** Directions for this task **
Transcribe the listing that follows exactly, from its first line to its last.

** Records for the exercise **

----------------------------------------

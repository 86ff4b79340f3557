/** Bubble points of one pair: [mole fraction of the first in the liquid, in the vapour, degC], at 1.01325 bar. */
type BubblePoints = readonly (readonly [x: number, y: number, celsius: number])[];

/**
 * Methanol-water at 1 atm.
 * @source Perry's Chemical Engineers' Handbook, older International Critical Tables origin; the row at x 0.15 and the
 *   temperatures at x 0.04, 0.08 and 0.95 from memory
 */
export const methanolWater: BubblePoints = [
  [0.02, 0.134, 96.4],
  [0.04, 0.23, 93.5],
  [0.06, 0.304, 91.2],
  [0.08, 0.365, 89.3],
  [0.1, 0.418, 87.7],
  [0.15, 0.517, 84.4],
  [0.2, 0.579, 81.7],
  [0.3, 0.665, 78],
  [0.4, 0.729, 75.3],
  [0.5, 0.779, 73.1],
  [0.6, 0.825, 71.2],
  [0.7, 0.87, 69.3],
  [0.8, 0.915, 67.6],
  [0.9, 0.958, 66],
  [0.95, 0.979, 65],
];

/**
 * Ethanol-water at 1 atm; the last row is the azeotrope.
 * @source J. S. Carey, W. K. Lewis, Ind. Eng. Chem. 24 (1932) 882, as reprinted in Perry's handbook
 */
export const ethanolWater: BubblePoints = [
  [0.019, 0.17, 95.5],
  [0.0721, 0.3891, 89],
  [0.0966, 0.4375, 86.7],
  [0.1238, 0.4704, 85.3],
  [0.1661, 0.5089, 84.1],
  [0.2337, 0.5445, 82.7],
  [0.2608, 0.558, 82.3],
  [0.3273, 0.5826, 81.5],
  [0.3965, 0.6122, 80.7],
  [0.5079, 0.6564, 79.8],
  [0.5198, 0.6599, 79.7],
  [0.5732, 0.6841, 79.3],
  [0.6763, 0.7385, 78.74],
  [0.7472, 0.7815, 78.41],
  [0.8943, 0.8943, 78.15],
];

/** [m, n, a] */
const temperatureTerms = [
  [0, 0, 3.22302],
  [0, 1, -0.384206],
  [0, 2, 0.0460965],
  [0, 3, -0.00378945],
  [0, 4, 0.00013561],
  [1, 0, 0.487755],
  [1, 1, -0.120108],
  [1, 2, 0.0106154],
  [2, 3, -0.000533589],
  [4, 0, 7.85041],
  [5, 0, -11.5941],
  [5, 1, -0.052315],
  [6, 0, 4.89596],
  [13, 1, 0.0421059],
] as const;
const vapourTerms = [
  [0, 0, 19.8022017],
  [0, 1, -11.8092669],
  [0, 6, 27.747998],
  [0, 7, -28.8634277],
  [1, 0, -59.1616608],
  [2, 1, 578.091305],
  [2, 2, -6.21736743],
  [3, 2, -3421.98402],
  [4, 3, 11940.3127],
  [5, 4, -24541.3777],
  [6, 5, 29159.1865],
  [7, 6, -18478.229],
  [7, 7, 23.4819434],
  [8, 7, 4803.10617],
] as const;

/**
 * Bubble temperature [K] of ammonia-water and the ammonia in its vapour, 0.002 to 2 MPa:
 *   T = 100 Σ a (1 − x)^m ln(2/p)^n,  y = 1 − exp(ln(1 − x) Σ a (p/2)^m x^(n/3)),  p in MPa.
 * @source J. Patek, J. Klomfar, Int. J. Refrig. 18 (1995) 228
 */
export function ammoniaWater(x: number, megapascal: number): { readonly T: number; readonly y: number } {
  const ln = Math.log(2 / megapascal);
  const T = 100 * temperatureTerms.reduce((sum, [m, n, a]) => sum + a * (1 - x) ** m * ln ** n, 0);
  const exponent = vapourTerms.reduce((sum, [m, n, a]) => sum + a * (megapascal / 2) ** m * x ** (n / 3), 0);
  return { T, y: 1 - Math.exp(Math.log(1 - x) * exponent) };
}

/** Where ammonia-water is compared: the whole range of composition, 0.2 to 20 bar. */
export const ammoniaWaterGrid = {
  megapascal: [0.02, 0.05, 0.1, 0.2, 0.5, 1, 2],
  x: [0.05, 0.1, 0.2, 0.3, 0.4, 0.5, 0.6, 0.7, 0.8, 0.9],
} as const;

----------------------------------------

** Exercise output **
repository 86ff4b79340f3557
/** Bubble points of one pair: [mole fraction of the first in the liquid, in the vapour, degC], at 1.01325 bar. */
type BubblePoints = readonly (readonly [x: number, y: number, celsius: number])[];

/**
 * Methanol-water at 1 atm.
 * @source Perry's Chemical Engineers' Handbook, older International Critical Tables origin; the row at x 0.15 and the
 *   temperatures at x 0.04, 0.08 and 0.95 from memory
 */
export const methanolWater: BubblePoints = [
  [0.02, 0.134, 96.4],
  [0.04, 0.23, 93.5],
  [0.06, 0.304, 91.2],
  [0.08, 0.365, 89.3],
  [0.1, 0.418, 87.7],
  [0.15, 0.517, 84.4],
  [0.2, 0.579, 81.7],
  [0.3, 0.665, 78],
  [0.4, 0.729, 75.3],
  [0.5, 0.779, 73.1],
  [0.6, 0.825, 71.2],
  [0.7, 0.87, 69.3],
  [0.8, 0.915, 67.6],
  [0.9, 0.958, 66],
  [0.95, 0.979, 65],
];

/**
 * Ethanol-water at 1 atm; the last row is the azeotrope.
 * @source J. S. Carey, W. K. Lewis, Ind. Eng. Chem. 24 (1932) 882, as reprinted in Perry's handbook
 */
export const ethanolWater: BubblePoints = [
  [0.019, 0.17, 95.5],
  [0.0721, 0.3891, 89],
  [0.0966, 0.4375, 86.7],
  [0.1238, 0.4704, 85.3],
  [0.1661, 0.5089, 84.1],
  [0.2337, 0.5445, 82.7],
  [0.2608, 0.558, 82.3],
  [0.3273, 0.5826, 81.5],
  [0.3965, 0.6122, 80.7],
  [0.5079, 0.6564, 79.8],
  [0.5198, 0.6599, 79.7],
  [0.5732, 0.6841, 79.3],
  [0.6763, 0.7385, 78.74],
  [0.7472, 0.7815, 78.41],
  [0.8943, 0.8943, 78.15],
];

/** [m, n, a] */
const temperatureTerms = [
  [0, 0, 3.22302],
  [0, 1, -0.384206],
  [0, 2, 0.0460965],
  [0, 3, -0.00378945],
  [0, 4, 0.00013561],
  [1, 0, 0.487755],
  [1, 1, -0.120108],
  [1, 2, 0.0106154],
  [2, 3, -0.000533589],
  [4, 0, 7.85041],
  [5, 0, -11.5941],
  [5, 1, -0.052315],
  [6, 0, 4.89596],
  [13, 1, 0.0421059],
] as const;
const vapourTerms = [
  [0, 0, 19.8022017],
  [0, 1, -11.8092669],
  [0, 6, 27.747998],
  [0, 7, -28.8634277],
  [1, 0, -59.1616608],
  [2, 1, 578.091305],
  [2, 2, -6.21736743],
  [3, 2, -3421.98402],
  [4, 3, 11940.3127],
  [5, 4, -24541.3777],
  [6, 5, 29159.1865],
  [7, 6, -18478.229],
  [7, 7, 23.4819434],
  [8, 7, 4803.10617],
] as const;

/**
 * Bubble temperature [K] of ammonia-water and the ammonia in its vapour, 0.002 to 2 MPa:
 *   T = 100 Σ a (1 − x)^m ln(2/p)^n,  y = 1 − exp(ln(1 − x) Σ a (p/2)^m x^(n/3)),  p in MPa.
 * @source J. Patek, J. Klomfar, Int. J. Refrig. 18 (1995) 228
 */
export function ammoniaWater(x: number, megapascal: number): { readonly T: number; readonly y: number } {
  const ln = Math.log(2 / megapascal);
  const T = 100 * temperatureTerms.reduce((sum, [m, n, a]) => sum + a * (1 - x) ** m * ln ** n, 0);
  const exponent = vapourTerms.reduce((sum, [m, n, a]) => sum + a * (megapascal / 2) ** m * x ** (n / 3), 0);
  return { T, y: 1 - Math.exp(Math.log(1 - x) * exponent) };
}

/** Where ammonia-water is compared: the whole range of composition, 0.2 to 20 bar. */
export const ammoniaWaterGrid = {
  megapascal: [0.02, 0.05, 0.1, 0.2, 0.5, 1, 2],
  x: [0.05, 0.1, 0.2, 0.3, 0.4, 0.5, 0.6, 0.7, 0.8, 0.9],
} as const;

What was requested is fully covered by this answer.